Solar leases are more popular than carbon contracts among farmers July 7, 2021

Solar leases are more popular than carbon contracts among farmers

The relative handful of farmers who have signed carbon sequestration contracts is half the size of the group that has leased land for solar electricity production, said Purdue University on Tuesday. Solar leases, which may exceed $1,000 an acre annually, are more lucrative than the rates offered for carbon capture.

Biden backs ‘right to repair,’ from tractors to tech

President Biden will issue an executive order to expand competition in the agricultural sector and assure farmers of the right to repair increasingly complex tractors and other equipment, said the White House on Tuesday.

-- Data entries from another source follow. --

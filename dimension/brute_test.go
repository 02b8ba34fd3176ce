package dimension

import (
	"math"
	"testing"
)

// bruteC returns the correlation sum at dimension m by the definition: the fraction of pairs
// i < j, j − i > w, with maximum-norm distance ≤ r (Grassberger & Procaccia 1983).
func bruteC(x []float64, lag, m, w int, radii []float64) []float64 {
	n := len(x) - (m-1)*lag
	cnt := make([]float64, len(radii))
	var total float64
	for i := 0; i < n; i++ {
		for j := i + w + 1; j < n; j++ {
			total++
			var d float64
			for k := 0; k < m; k++ {
				d = math.Max(d, math.Abs(x[i+k*lag]-x[j+k*lag]))
			}
			for q, r := range radii {
				if d <= r {
					cnt[q]++
				}
			}
		}
	}
	for q := range cnt {
		cnt[q] /= total
	}
	return cnt
}

func TestCorrelationSumMatchesBruteForce(t *testing.T) {
	x := simulate(t, "henon", 1500, 0)
	r, err := CorrelationDimension(x, Options{Lag: 1, MaxDim: 3, Theiler: 4, NumRadii: 12, Threads: 2})
	if r == nil {
		t.Fatal(err)
	}
	for _, c := range r.Curves {
		want := bruteC(x, 1, c.Dim, 4, r.Radii)
		for k := range want {
			// Exact pair counts (brute-force definition): equal up to the division's rounding.
			if math.Abs(c.C[k]-want[k]) > 1e-12 {
				t.Fatalf("m = %d, r = %g: C = %g, brute force %g", c.Dim, r.Radii[k], c.C[k], want[k])
			}
		}
	}
}

// BenchmarkCorrelationSums compares the correlation sums of 4000 Hénon points at m = 1…4
// (one pair-counting pass per m) with the brute-force double loop in the same run.
func BenchmarkCorrelationSums(b *testing.B) {
	x := simulate(b, "henon", 4000, 0)
	b.Run("index", func(b *testing.B) {
		b.ReportAllocs()
		for b.Loop() {
			if _, err := CorrelationDimension(x, Options{Lag: 1, MaxDim: 4, Theiler: 2, Threads: 1}); err != nil {
				b.Fatal(err)
			}
		}
	})
	radii := make([]float64, 40)
	for k := range radii {
		radii[k] = 2.5 * math.Pow(10, -3.5+3.5*float64(k)/39)
	}
	b.Run("brute", func(b *testing.B) {
		b.ReportAllocs()
		for b.Loop() {
			for m := 1; m <= 4; m++ {
				bruteC(x, 1, m, 2, radii)
			}
		}
	})
}
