package dimension

import (
	"testing"

	"unfold/internal/testsignals"
)

// TestD2NeverAboveM: on R's co2 (Mauna Loa CO2, a strong trend plus a yearly cycle,
// help(co2); testdata/r) the correlation sums have no real scaling range, and the fitted
// slope at m = 1 used to be 3.76 (issue 18). A correlation sum in m dimensions scales at most
// like r^m (Grassberger & Procaccia 1983, Physica D 9, 189), so D2 and its interval may never
// exceed the dimension they are read at.
func TestD2NeverAboveM(t *testing.T) {
	x := testsignals.OpenRecord(t, "r/co2.csv", 1)
	r, err := CorrelationDimension(x, Options{Lag: 6, MaxDim: 5, Theiler: 170, Seed: 7})
	if err != nil {
		t.Skipf("no scaling range at all: %v", err)
	}
	t.Logf("D2 = %.3g [%.3g, %.3g] at m = %d; %v", r.D2, r.Lo, r.Hi, r.Dim, r.Cautions)
	if m := float64(r.Dim); r.D2 > m || r.Hi > m {
		t.Errorf("D2 = %.3g [%.3g, %.3g] above m = %d", r.D2, r.Lo, r.Hi, r.Dim)
	}
}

The “right-to-repair” rules were expected to include smartphones and other widely used devices.

Today’s Quick Hits

Litigating debt relief: Lawsuits in seven U.S. district courts may take years to litigate before there is a decision on a program to provide $4 billion in debt relief to minority farmers, said Agriculture Secretary Tom Vilsack. (DTN/Progressive Farmer)

High-profile hydroponics: Celebrity investors are bankrolling a wave of indoor farms with the promise of fresh and locally grown food, though there are plenty of critics of the growing practice. (New York Times)

Uprooting almond orchards: When almond growers remove trees because of drought, they might plant younger almond trees, which need less water, or pistachios, which are more drought-tolerant, but either option means years without income. (Atlas Obscura)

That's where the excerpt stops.